I wonder how the dj would have felt if the photographer plugged their ipod into some bose speakers and started playing some song's


----------



## Derrel

480sparky said:


> Would someone please define 'professional camera equipment'?
> 
> That said, the contract was between the couple and the photographer.  The DJ is not a party to that contract and is under no obligation to oblige by it.



HERE is the very little bit that F/stoppers wrote about this, beginning with an excerpt from the contract the photographer had the bride and groom sign:

"_This agreement contains the entire understanding between Carly Fuller Photography and the CLIENT. It supersedes all prior and simultaneous agreements between the parties. It is understood Carly Fuller Photography is the exclusive official photographer retained to perform the photographic services requested on this Contract._"

Rochon says he was indeed photographing at the wedding, but believes that this whole thing was a “huge misunderstanding.”

“Either the bride and groom didn’t know of the clause, or they knew and didn’t tell me,” he tells PetaPixel. “The client was the bride and groom, and the bride and groom never told me I couldn’t bring a camera. The photographer wasn’t my client, and I didn’t have a contract with the photographer. I do have the right to take pictures.”

“When she delivers the photos she shot, she’s still delivering what she was hired to deliver,” he adds.
                                                               ##################
Without more information, it's pretty difficult to say if there has been a real breach of contract. Lawyering skills and actual laws in place would probably determine what damages or legal remedies might apply in this case, if it ever gets to court or to arbitration.


----------



## robbins.photo

It will be interesting to see how this all sorts out.  Quite a few interesting legal issues here.  My guess is the photographer will likely win this one, while the DJ did not have a contract with the photographer the bride and groom did, and the DJ was in the bride and grooms employ at the time of the event.


----------



## dcbear78

I often carry a 1980's boombox with my to create my own ambience.... He'd have no qualms with that right?


----------



## 480sparky

dcbear78 said:


> I often carry a 1980's boombox with my to create my own ambience.... He'd have no qualms with that right?

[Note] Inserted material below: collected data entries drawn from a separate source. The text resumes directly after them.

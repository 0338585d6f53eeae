/**
 * The solver adapter: the only file that imports odex (2.0.4, Hairer & Wanner's ODEX,
 * a non-stiff extrapolation method). It integrates one segment between scheduled events,
 * samples the dense output at requested times, detects upward threshold crossings and
 * enforces step and wall-time bounds. It never throws for numerical trouble: it returns a
 * status the simulate loop turns into a ModelError with a keeper's message.
 *
 * Why extrapolation is a good fit: every stage is a linear combination of right-hand-side
 * values, so any linear invariant of the system (here: total nitrogen including the
 * cumulative budget states) is kept to round-off, whatever the tolerance.
 */
import { Outcome, Solver } from "odex";
import type { SegmentRequest, SegmentResult, SegmentStatus } from "./segment";

export type { SegmentRequest, SegmentResult } from "./segment";

const now = (): number => (typeof performance !== "undefined" ? performance.now() : Date.now());

/** Integrate one segment. Pure apart from the callbacks and the wall-clock guard. */
export function integrateSegment(req: SegmentRequest): SegmentResult {
  const { problem, t0, t1, sampleTimes, watches } = req;
  const n = problem.dim;
  const solver = new Solver(n);
  solver.absoluteTolerance = problem.absoluteTolerance.slice();
  solver.relativeTolerance =
    typeof problem.relativeTolerance === "number" ? problem.relativeTolerance : problem.relativeTolerance.slice();
  solver.denseOutput = true;
  solver.maxSteps = Math.max(1, Math.floor(req.maxSteps));
  solver.initialStepSize = Math.min(Math.max(req.initialStepSize, 1e-6), t1 - t0);

  let status: SegmentStatus = "done";
  let crossed = -1;
  let tStop = t1;
  let yStop: number[] | null = null;
  let lastT = t0;
  let lastY: number[] = req.y0.slice();
  let lastStep = req.initialStepSize;
  let next = 0;
  let sinceClock = 0;

  const denseAll = (dense: (c: number, x: number) => number, x: number): number[] => {
    const out = new Array<number>(n);
    for (let i = 0; i < n; i++) out[i] = dense(i, x);
    return out;
  };

  const solOut = (nr: number, xOld: number, x: number, y: number[], dense?: (c: number, x: number) => number) => {
    if (nr === 1 || !dense) return true; // the initial call, before any step
    for (let i = 0; i < n; i++) {
      if (!Number.isFinite(y[i])) {
        status = "nonFinite";
        tStop = xOld;
        yStop = lastY;
        return false;
      }
    }
    // Upward threshold crossings: locate the earliest by bisection on the dense output.
    let tCross = Infinity;
    if (watches) {
      for (let w = 0; w < watches.length; w++) {
        const { index, threshold } = watches[w];
        if (y[index] >= threshold && lastY[index] < threshold) {
          let lo = xOld;
          let hi = x;
          for (let it = 0; it < 60 && hi - lo > 1e-12 * Math.max(1, Math.abs(hi)); it++) {
            const mid = 0.5 * (lo + hi);
            if (dense(index, mid) >= threshold) hi = mid;
            else lo = mid;
          }
          if (hi < tCross) {
            tCross = hi;
            crossed = w;
          }
        }
      }
    }
    const tEndSamples = Math.min(x, tCross);
    while (next < sampleTimes.length && sampleTimes[next] <= tEndSamples) {
      const ts = sampleTimes[next];
      if (ts >= tCross) break;
      req.onSample(ts, ts === x ? y.slice() : denseAll(dense, ts));
      next++;
    }
    if (tCross !== Infinity) {
      status = "crossed";
      tStop = tCross;
      yStop = tCross === x ? y.slice() : denseAll(dense, tCross);
      lastStep = x - xOld;
      return false;
    }
    req.onStep?.(x, y);
    lastT = x;
    lastY = y;
    lastStep = x - xOld;
    if (++sinceClock >= 8) {
      sinceClock = 0;
      if (now() > req.deadline) {
        status = "wallTime";
        tStop = x;
        yStop = y.slice();
        return false;
      }
    }
    return true;
  };

  const res = solver.solve((t, y) => problem.rhs(t, y), t0, req.y0.slice(), t1, solOut);
  const common = { steps: res.nStep, rhsEvals: res.nEval, rejected: res.nReject, lastStepSize: lastStep };
  if (res.outcome === Outcome.MaxStepsExceeded) {
    return { status: "maxSteps", t: lastT, y: lastY.slice(), crossed: -1, ...common };
  }
  if (res.outcome === Outcome.EarlyReturn) {
    return { status, t: tStop, y: (yStop ?? lastY).slice(), crossed, ...common };
  }
  // Converged: flush samples that sit exactly at the end (should not happen: they are < t1).
  while (next < sampleTimes.length) {
    req.onSample(sampleTimes[next], res.y.slice());
    next++;
  }
  for (let i = 0; i < n; i++) {
    if (!Number.isFinite(res.y[i])) return { status: "nonFinite", t: lastT, y: lastY.slice(), crossed: -1, ...common };
  }
  return { status: "done", t: t1, y: res.y.slice(), crossed: -1, ...common };
}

Depends on if his contract with the bridge & groom (not YOU!) says he's the only one allowed to play music with "professional audio equipment".


----------



## robbins.photo

dcbear78 said:


> I often carry a 1980's boombox with my to create my own ambience.... He'd have no qualms with that right?



If he did you could always use it as a weapon in self defense.  Those things weighed a ton.


----------



## Vtec44

Personally, I don't think the contract has been breached since he is not the client.  However, as a professional curtesy you don't overstep your boundary and should just do what you're hired to do best.  I've had make up artists/DJ/coordinator that brought their own photographer without issues.  However, they didn't share 200+ photos and have a photography side gig like this DJ.  It's a great way to get back listed.  LOL


----------



## robbins.photo

Vtec44 said:


> Personally, I don't think the contract has been breached since he is not the client.  However, as a professional curtesy you don't overstep your boundary and should just do what you're hired to do best.  I've had make up artists/DJ/coordinator that brought their own photographer without issues.  However, they didn't share 200+ photos and have a photography side gig like this DJ.  It's a great way to get back listed.  LOL



I think the only thing that might override that is the fact that he was in the employ of the client who did sign a contract stating that the only pictures that could be used commercially from the event were that of the photographer.  It's a bit murky legally, but I'm guessing that most likely the fact that he was there in the employ of the couple that signed the contract will obligate him to not use the photos commercially.

It will be interesting to see what a judge decides though, that's really my best guess from what I've read thus far.


----------



## rexbobcat

This guy has the audacity to write a passive-aggressive letter about how they're the victims in all this. They were hired to DJ. They weren't hired to "promote" the event or the photographer. He wasn't taking photos in the context of his DJing. He was photographing the actual wedding itself. If it was for "promotion," then he would have been taking photos to promote what he was hired to do.

Posting *230* watermarked photos on Facebook and offering them as a gift to the bride isn't just promoting.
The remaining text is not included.